The closest Harbinger gets to being fun is in a B-Movie kind of way. One of the hardest puzzles in the entire game is walking round Operations, which uses a Myst style first-person control scheme with controls designed by Satan. Without a word of a lie, you can be trapped next to an open door because you can't find the bit of the screen that turns you towards it, and actually navigating is toe-curlingly insane. The only reason to endure it is to realise that yes, you really do end up fighting a race called the "Tarragan"—the most dangerous herbs in the galaxy! (Sadly, they don't have thyme travel.) It's like every Christmas came at once and all you got was a mountain of coal!
Here's your friendly neighbourhood Let's Play. How long can you stick it out?

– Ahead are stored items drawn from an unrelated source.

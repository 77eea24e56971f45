/* qv-anharmonic-window.c — anharmonic levels on a scan's potential.
 * SPDX-License-Identifier: GPL-3.0-or-later */
#include <glib/gi18n.h>
#include "qv-config.h"
#include <math.h>
#include <string.h>
#include "qv-anharmonic-window.h"
#include "qv-error.h"
#include "qv-error-dialog.h"
#include "qv-output.h"
#include "qv-png-writer.h"
#include "qv-potential-plot.h"

/* The scan read, shared by the window and the workers that fit and solve
 * on it (a re-solve may still run when a new scan replaces it). */
typedef struct {
  QvScanEnergies *scan;
} Scan;

static void
scan_clear (gpointer data)
{
  Scan *s = data;
  g_clear_pointer (&s->scan, qv_scan_energies_free);
}

static Scan *scan_ref (Scan *s) { return g_atomic_rc_box_acquire (s); }
static void scan_unref (Scan *s) { g_atomic_rc_box_release_full (s, scan_clear); }

/* One solve: the potential, its levels and their report (which borrows
 * them and the scan). */
typedef struct {
  Scan *scan;
  QvScanPotential *potential;
  QvScanLevels *levels;
  QvScanLevelsReport report;
  gsize n_points;
  double *Q, *V;             /* the points along the first axis, for the plot */
} Result;

static void
result_free (Result *r)
{
  if (r == NULL)
    return;
  qv_scan_levels_report_clear (&r->report);
  g_clear_pointer (&r->levels, qv_scan_levels_free);
  g_clear_pointer (&r->potential, qv_scan_potential_free);
  g_clear_pointer (&r->scan, scan_unref);
  g_free (r->Q);
  g_free (r->V);
  g_free (r);
}

#define N_LEVELS 6

struct _QvAnharmonicWindow
{
  GtkWindow parent_instance;

  GtkLabel *subtitle_label;
  GtkWidget *save_button;
  GtkSpinner *spinner;
  GtkCheckButton *spline_check;
  GtkSpinButton *degree_spin;
  GtkStack *stack;
  GtkLabel *busy_label;
  GtkLabel *error_label;
  GtkBox *banner_box;
  GtkDrawingArea *plot_area;
  GtkLabel *readout_label;
  GtkGrid *level_grid;
  GtkLabel *summary_label;

  Scan *scan;                /* the scan shown (or being re-solved) */
  Result *result;
  QvScanFit fit;
  guint degree;              /* 0: the default */
  GCancellable *job;
  char *error;
  GtkWindow *error_dialog;   /* cleared when it goes (error_dialog_gone) */
  gint hover_level;
  gboolean syncing;          /* the controls are being set from a result */
  char *cells[N_LEVELS * 4][QV_ANHARMONIC_N_COLUMNS];
};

Yeah. I can't outright say that nobody involved with this game cared even a little about it, but that's very much the vibe you get from it. It completely wastes the show's canon wherever possible, and the only reason to play it at the time was that it was at least a way of wandering around the station. Now, it's so boring that if you used it as a frisbee, your dog would fall asleep instead of catching it.
By contrast, the second game, The Fallen, hasn't aged well, but was an extremely solid release. It was weighed down by having one of the worst names and box designs in spin-off history (just check out this awful thing), but was an acceptable Unreal-powered shooter for 2000.

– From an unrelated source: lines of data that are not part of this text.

/* test-size.c — qv-size: overflow-checked products and the physical-memory
 * check that turns an impossible allocation into a message (issue 8).
 * The expected values are exact integer arithmetic (common practice: a
 * product overflows gsize when it exceeds G_MAXSIZE = 2^64 - 1 on LP64).
 * SPDX-License-Identifier: GPL-3.0-or-later */
#include <stdarg.h>
#include <stddef.h>
#include <setjmp.h>
#include <stdint.h>
#include <string.h>
#include <unistd.h>
#include <cmocka.h>
#include <glib.h>
#include "qv-error.h"
#include "qv-hessian.h"
#include "qv-size.h"

static void
test_mul (void **state)
{
  gsize out = 0;
  (void) state;
  assert_true (qv_size_mul (3, 7, &out));
  assert_int_equal (out, 21);
  assert_true (qv_size_mul (0, G_MAXSIZE, &out));
  assert_int_equal (out, 0);
  assert_true (qv_size_mul (G_MAXSIZE, 1, &out));
  assert_true (out == G_MAXSIZE);
  /* 2^32 · 2^32 = 2^64 wraps to 0 in gsize arithmetic */
  assert_false (qv_size_mul ((gsize) 1 << 32, (gsize) 1 << 32, &out));
  assert_true (out == G_MAXSIZE);
  /* (2^32 - 1)^2 = 2^64 - 2^33 + 1 still fits */
  assert_true (qv_size_mul (((gsize) 1 << 32) - 1, ((gsize) 1 << 32) - 1, &out));
  assert_true (out == G_MAXSIZE - ((gsize) 1 << 33) + 2);
  /* a declared 3·10^9-row matrix of doubles: 9·10^18 elements fit, ×8
   * bytes do not */
  assert_true (qv_size_mul (3000000000u, 3000000000u, &out));
  assert_false (qv_size_mul3 (3000000000u, 3000000000u, sizeof (double), &out));
  assert_true (qv_size_mul3 (9, 9, sizeof (double), &out));
  assert_int_equal (out, 648);
}

static void
test_physical_memory (void **state)
{
  (void) state;
  g_unsetenv (QV_SIZE_MEMORY_ENV);
  /* the real machine: sysconf agrees with itself and is at least 64 MiB */
  assert_true (qv_size_physical_memory ()
               == (guint64) sysconf (_SC_PHYS_PAGES) * (guint64) sysconf (_SC_PAGESIZE));
  assert_true (qv_size_physical_memory () >= ((guint64) 64 << 20));
  g_setenv (QV_SIZE_MEMORY_ENV, "1048576", TRUE);
  assert_true (qv_size_physical_memory () == 1048576);
  g_unsetenv (QV_SIZE_MEMORY_ENV);
}

static void
test_check (void **state)
{
  g_autoptr(GError) error = NULL;
  (void) state;

  g_setenv (QV_SIZE_MEMORY_ENV, "1073741824", TRUE);     /* a 1 GiB machine */
  assert_true (qv_size_check_memory ((guint64) 1 << 30, "exactly all of it", &error));
  assert_false (qv_size_check_memory (((guint64) 1 << 30) + 1, "one byte more", &error));
  assert_true (g_error_matches (error, QV_ERROR, QV_ERROR_LIMIT));
  assert_string_equal (error->message, "too large for this machine: one byte more needs 1.0 GiB "
                       "(this machine has 1.0 GiB)");
  g_clear_error (&error);

  /* 12000² doubles = 1 152 000 000 bytes = 1.07 GiB > 1 GiB; 11000² fit */
  assert_true (qv_size_check_matrix (11000, 0, "m", &error));
  assert_false (qv_size_check_matrix (12000, 0, "a 12000×12000 Hessian", &error));
  assert_string_equal (error->message, "too large for this machine: a 12000×12000 Hessian "
                       "needs 1.1 GiB (this machine has 1.0 GiB)");
  g_clear_error (&error);
  /* workspace on top of the matrix counts */
  assert_false (qv_size_check_matrix (11000, (guint64) 200 << 20, "m", &error));
  g_clear_error (&error);
  /* n² · 8 overflowing gsize is refused whatever the machine */
  g_unsetenv (QV_SIZE_MEMORY_ENV);
  assert_false (qv_size_check_matrix ((gsize) 1 << 31, 0, "a huge one", &error));
  assert_true (g_error_matches (error, QV_ERROR, QV_ERROR_LIMIT));
  assert_non_null (strstr (error->message, "too large for any machine"));
}

static void
test_hessian_new (void **state)
{
  g_autoptr(GError) error = NULL;
  QvHessian *h;
  (void) state;

  /* qv_hessian_new refuses before allocating: on a 64 MiB "machine" a
   * 3000×3000 matrix (72 MB = 68.7 MiB) is refused, 2000×2000 (32 MB) made */
  g_setenv (QV_SIZE_MEMORY_ENV, "67108864", TRUE);
  assert_null (qv_hessian_new (3000, FALSE, &error));
  assert_true (g_error_matches (error, QV_ERROR, QV_ERROR_LIMIT));
  assert_string_equal (error->message, "too large for this machine: a 3000×3000 Hessian needs "
                       "68.7 MiB (this machine has 64.0 MiB)");
  g_clear_error (&error);
  h = qv_hessian_new (2000, TRUE, &error);
  assert_non_null (h);
  assert_true (h->data[2000 * 2000 - 1] == 0.0);
  qv_hessian_free (h);
  g_unsetenv (QV_SIZE_MEMORY_ENV);
}

int
main (void)
{
  const struct CMUnitTest tests[] = {
    cmocka_unit_test (test_mul),
    cmocka_unit_test (test_physical_memory),
    cmocka_unit_test (test_check),
    cmocka_unit_test (test_hessian_new),
  };
  return cmocka_run_group_tests (tests, NULL, NULL);
}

Story-wise, it takes place in the sixth season of the show (of seven) and features most of the cast. Avery Brooks didn't show up, and was replaced by a Sisko apparently ordered to actively not do an Avery Brooks impression, while Colm Meaney (who played the station engineer O'Brien) was punished for his non-appearance by forever knowing he inflicted one of the worst Oirish accents ever on an unsuspecting world. Every line his replacement speaks ends on a silent 'Faith and begorrah!'
The main plot is fairly complex if you don't know Deep Space Nine's backstory up to this point, but I'll try to sum it up quickly. Before Deep Space Nine was Deep Space Nine, it was a Cardassian mining station called Terok Nor, where the oppressed Bajoran people were forced to process ore to buy both food, and the essential little brushes required to get gunk out of their pesky nose-wrinkles. When the Cardassians finally withdrew, the Federation took over the station with a mind to helping the Bajorans recover from the brutal Occupation and sign-up—only to have a giant wormhole open up right next to the planet that instantly turned it into one of the galaxy's most important tactical locations.
The wormhole turned out to be home to a race of mostly nice god-aliens called the Prophets—a bunch of swirly confusion balls who pretended not to know about linear time, but were pretty clearly just dicking with everyone. However, over time it turned out that there was another set of not-so-nice god aliens who had been banished from the wormhole for constantly dismissing everything. For this, they became known as the "Pah!" Wraiths, and condemned to labour forever on Bajoran high-streets as baristas in a chain of coffee shops called "Costa Mojan". Or something like that. It's been a while since I saw the show.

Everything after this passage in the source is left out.